The key assumptions concerning the future, and other key sources of estimation uncertainty in the reporting year, that may have a significant risk of causing a material adjustment to the carrying amounts of assets and liabilities within the next financial year, are discussed below. Sensitivity analysis on key sources of estimation has been disclosed in Note 19.

Fair value measurements and valuation processes

Unquoted assets are measured at fair value in accordance with IFRS 13 and the IPEV Guidelines for financial reporting purposes. Judgement is required in order to determine the appropriate valuation methodology and subsequently in determining the inputs into the valuation model used. These judgements include making assessments of the future earnings potential of portfolio companies, appropriate earnings multiples to apply, and adjustments to comparable multiples. The Board of Directors of the Company has set up a Valuations Committee, which is chaired by a Non-Executive Director, to determine the appropriate valuation techniques and inputs for fair value measurements.

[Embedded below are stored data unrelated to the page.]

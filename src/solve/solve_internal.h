/* SPDX-License-Identifier: MIT
 *
 * The inside of solve: what a solver is, and the pieces that several solvers share.
 */
#ifndef FESCUE_SOLVE_INTERNAL_H
#define FESCUE_SOLVE_INTERNAL_H

#include "solve/solve.h"

/* What the driver lends a solver for one run. */
struct field {
    struct problem *problem;
    struct sweep sweep; /* for products of up to solver->width times the rank */
};

/* Where a solver stands. */
struct solve_measure {
    double objective;
    double square;   /* sum over seen of (X - t)^2 */
    double gradient; /* norm of the gradient on the embedded manifold of matrices of this rank, with the ridge */
    double step;     /* length of the last step along its direction; 0 at the start */
};

/* What an objective sums over the seen cells, r = X - t: r^2 / 2, or |r|. */
enum solve_loss { LOSS_SQUARE, LOSS_ABSOLUTE };

enum { SOLVER_PARTS = 16 };
/* All numbers of a matrix, for the memo. */
static inline struct memo_part matrix_part(struct matrix a)
{
    return (struct memo_part){a.data, a.rows * a.stride * sizeof(double)};
}

/* A solver, one static constant of this kind a file, listed in solver.c. Its state holds a point of its own; the
   objective never rises from step to step but by rounding (line_accepts says how much), and a step that finds nothing
   better leaves the point alone. */
struct solver {
    const char *name, *summary;
    enum solve_loss loss;
    size_t width; /* the widest product it asks of the sweep, in ranks */
    /* Takes all memory that the iterations need and measures the start; borrows field and point (rank >= 1). */
    fescue_status (*create)(struct field *field, const struct low_rank *point, void **state);
    void (*measure)(const void *state, struct solve_measure *measure);
    /* One iteration; *moved = false when no step lowers the objective. FESCUE_OK or what a routine below reported. */
    fescue_status (*step)(void *state, bool *moved);
    /* What has to be kept of a state between two steps, so that a later run goes on from there: the numbers that cannot
       be computed from one another, none of them depending on the workers. How many parts. */
    size_t (*keep)(void *state, struct memo_part parts[SOLVER_PARTS]);
    /* The parts have come back into a state that was created for the same field: computes the rest. */
    void (*resume)(void *state);
    /* Writes the state's point in orthonormal form; takes no memory. */
    fescue_status (*point_write)(void *state, struct low_rank *point);
    void (*destroy)(fescue_context *context, void **state);
};
extern const struct solver fixed_rank_cg_solver, grassmann_cg_solver, grassmann_trust_region_solver,
    recursive_least_squares_solver, grassmann_stochastic_solver, grassmann_variance_reduced_solver, subgradient_solver,
    alternating_solver;

/* What solve_run is asked, for the memo; and what it came to, into the memo and out of it (run_memo.c). `before`: lines
   of the trace that are none of it. */
uint64_t run_digest(const struct problem *problem, const struct solver *solver, const struct solve_limits *limits,
                    const struct low_rank *point);
void run_keep(struct memo_work *work, struct low_rank *point, struct solve_result *result, uint64_t before);
fescue_status run_recall(fescue_context *context, struct memo_work *work, const struct solver *solver,
                         struct low_rank *point, struct solve_result *result);

/* Room for one value a seen cell, in the store's precision. The caller owns *values. */
fescue_status values_create(struct field *field, void **values);
void values_reserve(struct arena *arena, const struct field *field); /* the same in an arena */
void *values_carve(struct arena *arena, const struct field *field);
/* The seen cells by row of the problem's target. */
static inline const struct half *field_rows(const struct field *field)
{
    return &field->problem->target.by_row;
}
static inline const struct half *field_columns(const struct field *field)
{
    return &field->problem->target.by_column;
}

/* ---- searching along a line ----------------------------------------------------------------------------------------
 */

/* What is known at the foot of the line: the objective there, its slope (negative), and what rounding may add. */
struct line {
    double objective, slope, slack;
};
struct line line_start(const struct problem *problem, const struct solve_measure *measure, double slope);
/* Armijo's condition with rounding forgiven; false for NaN. */
bool line_accepts(const struct line *line, double t, double objective);
/* A shorter step, from the parabola through what is known. */
double line_shorten(const struct line *line, double t, double objective);
enum { LINE_MOST_TRIALS = 25 }; /* after so many shortenings by 2 to 10 a step is below rounding */

/* ---- variable projection -------------------------------------------------------------------------------------------
 */

/* X = U W' seen from the shorter side: `basis` U (short x rank, orthonormal) is free, `weights` W (long x rank) is the
   best one for it, a small least-squares problem for every line of the longer side. */
struct projection {
    struct field *field;
    const struct half *by_short, *by_long; /* lines are the shorter side, the longer side */
    bool rows_short;
    size_t rank;
    struct matrix basis, weights;
    struct matrix gradient; /* (I - U U') R W, short x rank */
    struct matrix core;     /* rank x rank: U'R W while projecting; any use in between */
    void *residual;         /* R in the order of by_short; NULL: not wanted */
    double *ridge;          /* rank numbers: the penalty is sum_k ridge_k |W_k|^2 */
    double *factors;        /* long x packed_size(rank): Cholesky factors of the lines' systems; NULL: not wanted */
    double square, objective;
    struct matrix spare; /* long x rank, for writing the point */
    double *spectrum, *dense;
};
void projection_reserve(struct arena *arena, const struct field *field, size_t rank);
/* Carves what was reserved and takes the basis of a point; residual and factors are none yet. */
void projection_carve(struct arena *arena, struct field *field, const struct low_rank *point,
                      struct projection *projection);
/* Weights, square, objective and gradient for the basis as it stands, and the residual where there is room for it. Two
   passes. */
void projection_evaluate(struct projection *projection);
/* X in orthonormal form. Spoils spare and core. */
fescue_status projection_write(struct projection *projection, struct low_rank *point);

/* The metric in which the longer side's scale does not count: packed Cholesky factor of W'W, with which tall_solve
   makes g (W'W)^-1 of g. False when W is zero; the factor is then left alone. */
bool projection_metric(struct projection *projection, double *factor);

/* ---- second order --------------------------------------------------------------------------------------------------
 */

/* The Hessian of the projected objective at the projection's basis, as an operator on tangents there. */
struct hessian {
    struct projection *projection;
    bool exact;                   /* else Gauss and Newton's part, which is positive semidefinite */
    struct matrix across, follow; /* long x rank: U's, then how the weights follow: -dW */
    struct matrix product;        /* short x rank */
    struct matrix damping;        /* rank x rank: of the ridge */
    void *values, *zeros;         /* one a seen cell */
    void *long_residual;          /* R in the order of the longer side */
};
void hessian_reserve(struct arena *arena, const struct field *field, size_t rank);
/* Carves, and has the projection keep its factors from now on. */
void hessian_carve(struct arena *arena, struct projection *projection, struct hessian *hessian);
/* For the point where the projection was evaluated last. One pass when exact. */
void hessian_start(struct hessian *hessian, bool exact);
/* product = H[d] for a tangent d. Five passes, seven when exact. */
void hessian_apply(struct hessian *hessian, struct matrix d, struct matrix product);

/* Diagonal blocks of the Hessian, one a line of the shorter side, as its preconditioner (hessian_blocks.c). */
struct hessian_blocks {
    struct projection *projection;
    double *scratch;    /* rank numbers a worker */
    struct matrix core; /* rank x rank: what all blocks have */
    double *factors;    /* short x packed_size(rank) */
};
void hessian_blocks_reserve(struct arena *arena, const struct field *field, size_t shorter, size_t rank);
void hessian_blocks_carve(struct arena *arena, struct projection *projection, struct hessian_blocks *blocks);
/* For the point where the projection, which is to keep its factors, was evaluated last; damping: of the ridge. */
void hessian_blocks_start(struct hessian_blocks *blocks, struct matrix damping);
/* z, a tangent, from g. */
void hessian_blocks_precondition(struct hessian_blocks *blocks, struct matrix g, struct matrix z);

/* One step of a trust region, shared by whatever goes down a projected objective with it. */
struct trust {
    struct projection *projection;
    struct hessian hessian;
    struct hessian_blocks blocks;
    struct grassmann_work work;
    struct matrix basis;                      /* where the step began */
    struct matrix step, slope;                /* eta; g + H eta, short x rank */
    struct matrix descent, direction, curved; /* z, d, H d */
    double *metric;                           /* packed factor of W'W */
    struct matrix gram;                       /* W'W */
    double radius;
    bool slow;                    /* Gauss and Newton's part alone leaves too much of the gradient */
    struct solve_measure measure; /* of where the projection stands; step: |eta| */
};
struct trust_rules {
    double accuracy;     /* the inner gradient falls by this factor, or more when the outer one is small */
    unsigned inner_most; /* products at most */
    bool exact;          /* the exact Hessian where that pays */
};
void trust_reserve(struct arena *arena, const struct field *field, size_t rank);
void trust_carve(struct arena *arena, struct projection *projection, struct trust *trust);
/* Evaluates the projection where it stands and measures it. */
void trust_start(struct trust *trust);
/* What trust_step remembers from step to step, beside the projection's basis. */
enum { TRUST_PARTS = 3 };
size_t trust_keep(struct trust *trust, struct memo_part *parts);
/* trust_start once these have come back. */
void trust_resume(struct trust *trust);
/* First radius again, for a new objective. */
void trust_widen(struct trust *trust);
/* *moved = false when no step lowers the objective; the projection is then as it was. */
fescue_status trust_step(struct trust *trust, const struct trust_rules *rules, bool *moved);

/* ---- leading singular triplets -------------------------------------------------------------------------------------
 */

/* A sparse matrix on the pattern of the problem's cells, seen from the shorter side: entry ij of by_short counts as
   scale_i value_ij. */
struct sparse_operator {
    struct sweep *sweep; /* for krylov_width columns */
    const struct half *by_short, *by_long;
    const void *short_values, *long_values; /* in the order of either half */
    const double *short_scale;              /* NULL: 1 */
};
size_t krylov_width(size_t rank, size_t shorter);
/* The `rank` leading triplets by randomised block Krylov iteration: of_short and of_long orthonormal, spectrum
   descending. rank <= the shorter side. FESCUE_NO_MEMORY. */
fescue_status krylov_triplets(const struct sparse_operator *sparse, size_t rank, uint64_t seed, struct matrix of_short,
                              double *spectrum, struct matrix of_long);

#endif
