/* SPDX-License-Identifier: MIT
 *
 * Finding the minimum and not just one: several starting strategies, the best end of them.
 *
 * Which minimum of a low-rank problem is reached is decided by the start; from a good one every solver gets there. No
 * start is good for every table (recover_growth.c, recover_weighted.c, recover_ladder.c say what each is good for), so
 * they are tried in turn, the cheapest first, each finished by Newton steps (trust.c), until
 *
 *     one meets the seen cells to rounding, or all but: there is nothing better;
 *     or two end at the same objective, to a millionth: with noise that is the best sign of the minimum there is;
 *     or two have been tried where cells are not scarce, or all where they are, or the time is up.
 *
 * The lowest objective wins; the strategies differ in how they get there and are judged by the problem's own objective.
 * A finish that gains less than one per cent in ten iterations is cut short, and only the winner goes on to the
 * caller's limits. Meeting the seen cells does not prove that the unseen ones are right: where a row and a column with
 * as few cells as the rank meet, more than one table fits.
 */
#include "solve/recover_internal.h"

#include <math.h>

struct strategy {
    const char *name;
    recover_start *start;
    double weight;
    int steps;
};
/* The second of a kind differs from the first by enough to end elsewhere. */
static const struct strategy strategies[] = {
    {"growth", recover_growth, 0.01, 30},           {"weighted growth", recover_weighted, 4, 10},
    {"ridge ladder", recover_ladder, 0.9, 3},       {"lighter weighted growth", recover_weighted, 1, 6},
    {"patient growth", recover_growth, 0.001, 100}, {"slow ridge ladder", recover_ladder, 0.95, 3},
};
enum { STRATEGIES = sizeof strategies / sizeof *strategies, STRATEGIES_FIRST = 2 };
/* Cells over unknowns: with more, the first two strategies found every table without noise that was measured, and with
   noise, or more rank than the table has, the others take ten times as long to end no better. */
static const double scarce = 1.75;

/* A finish: superlinear when it is near, hopeless when it is not. Below 1e-13 a gradient is rounding. */
static const struct solve_limits finish = {.iterations = 60, .gradient = 1e-13, .change = 0.01};
static const double agreement = 1e-6;
/* No measured table leaves so little: the finish was on its way to rounding when its iterations ran out. */
static const double vanishing = 1e-8;

struct recovery {
    struct problem *problem;
    const struct solve_limits *limits;
    struct recover_request request;
    struct low_rank best, candidate; /* best: rank 0 without memory while there is none */
    bool has_best;
    struct solve_result ended;   /* of the best; its trace is not used */
    struct solve_result *result; /* of the last run; the trace of all */
    uint64_t iterations;         /* of all finishes */
};

fescue_status recover_pause(const struct recover_request *request, bool *late)
{
    *late = request->deadline > 0 && clock_wall() >= request->deadline;
    return progress_tell(request->problem->context, "fitting", -1);
}

/* The candidate, finished; it becomes the best when it is. *settled: no need to go on. */
static fescue_status candidate_judge(struct recovery *recovery, const char *name, bool *settled)
{
    struct solve_result *result = recovery->result;
    struct solve_limits limits = finish;
    fescue_context *context = recovery->problem->context;
    limits.deadline = recovery->limits->deadline;
    fescue_status status =
        solve_run(recovery->problem, &grassmann_trust_region_solver, &limits, &recovery->candidate, result);
    if (status != FESCUE_OK && status != FESCUE_STOPPED)
        return status;
    recovery->iterations += result->iterations;
    log_tell(context, "%s: rank %zu, rmse %.3g of the spread after %llu steps, ended as %s", name,
             recovery->candidate.rank, result->rmse, (unsigned long long)result->iterations,
             solve_stop_word(result->stop));
    double before = recovery->ended.objective;
    bool same = recovery->has_best && result->stop == STOP_GRADIENT && recovery->ended.stop == STOP_GRADIENT &&
                fabs(result->objective - before) <= agreement * before;
    *settled = same || result->rmse <= vanishing || result->stop == STOP_EXACT || result->stop == STOP_TIME;
    if (!recovery->has_best || result->objective < before) {
        struct low_rank worse = recovery->best;
        recovery->best = recovery->candidate;
        recovery->candidate = worse;
        recovery->ended = *result;
        recovery->ended.start = name;
        recovery->has_best = true;
    }
    low_rank_free(context, &recovery->candidate);
    return status;
}

/* How many strategies are worth their time. */
static size_t strategies_worth(const struct recovery *recovery)
{
    const struct cells *target = &recovery->problem->target;
    double rank = (double)recovery->request.rank;
    double unknowns = rank * ((double)target->rows + (double)target->columns - rank);
    return (double)target->count < scarce * unknowns ? STRATEGIES : STRATEGIES_FIRST;
}

static fescue_status strategies_try(struct recovery *recovery)
{
    fescue_status status = FESCUE_OK;
    bool settled = false;
    size_t most = strategies_worth(recovery);
    for (size_t k = 0; k < most && !settled; k++) {
        recovery->request.weight = strategies[k].weight;
        recovery->request.steps = strategies[k].steps;
        TRY(strategies[k].start(&recovery->request, &recovery->candidate));
        TRY(candidate_judge(recovery, strategies[k].name, &settled));
        if (recovery->request.rank == 0)
            break;
    }
done:
    return status;
}

/* What the caller asked for, from the best. */
static fescue_status best_finish(struct recovery *recovery)
{
    struct solve_result *result = recovery->result;
    enum solve_stop stop = recovery->ended.stop;
    if (stop == STOP_EXACT || (stop == STOP_GRADIENT && recovery->ended.gradient <= recovery->limits->gradient))
        return FESCUE_OK;
    fescue_status status =
        solve_run(recovery->problem, &grassmann_trust_region_solver, recovery->limits, &recovery->best, result);
    const char *start = recovery->ended.start;
    recovery->iterations += result->iterations;
    recovery->ended = *result;
    recovery->ended.start = start;
    return status;
}

fescue_status solve_recover(struct problem *problem, size_t rank, uint64_t seed, const struct solve_limits *limits,
                            struct low_rank *out, struct solve_result *result)
{
    struct recovery recovery = {
        .problem = problem,
        .limits = limits,
        .request = {.problem = problem, .rank = rank, .seed = seed, .deadline = limits->deadline},
        .result = result};
    fescue_status status = strategies_try(&recovery);
    if (status == FESCUE_OK)
        status = best_finish(&recovery);
    low_rank_free(problem->context, &recovery.candidate);
    if (status != FESCUE_OK && status != FESCUE_STOPPED)
        low_rank_free(problem->context, &recovery.best);
    else if (recovery.has_best) {
        struct solve_step *trace = result->trace;
        uint64_t trace_count = result->trace_count;
        *result = recovery.ended;
        result->trace = trace;
        result->trace_count = trace_count;
        result->iterations = recovery.iterations;
    }
    if (status == FESCUE_STOPPED)
        result->stop = STOP_CANCELLED;
    *out = recovery.best;
    return status;
}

In estimating the fair value of an asset, the Group uses market-observable data to the extent it is available. Where Level 1 inputs are not available, the Group uses internal experts to perform the valuation. The Valuations Committee works closely with the internal expert and G10 Capital Limited to establish the appropriate valuation techniques and inputs to the model. The Chairman of the Valuations Committee reports its findings to the Board of Directors of the Group every six months to explain the cause of fluctuations in the fair value of the assets and liabilities.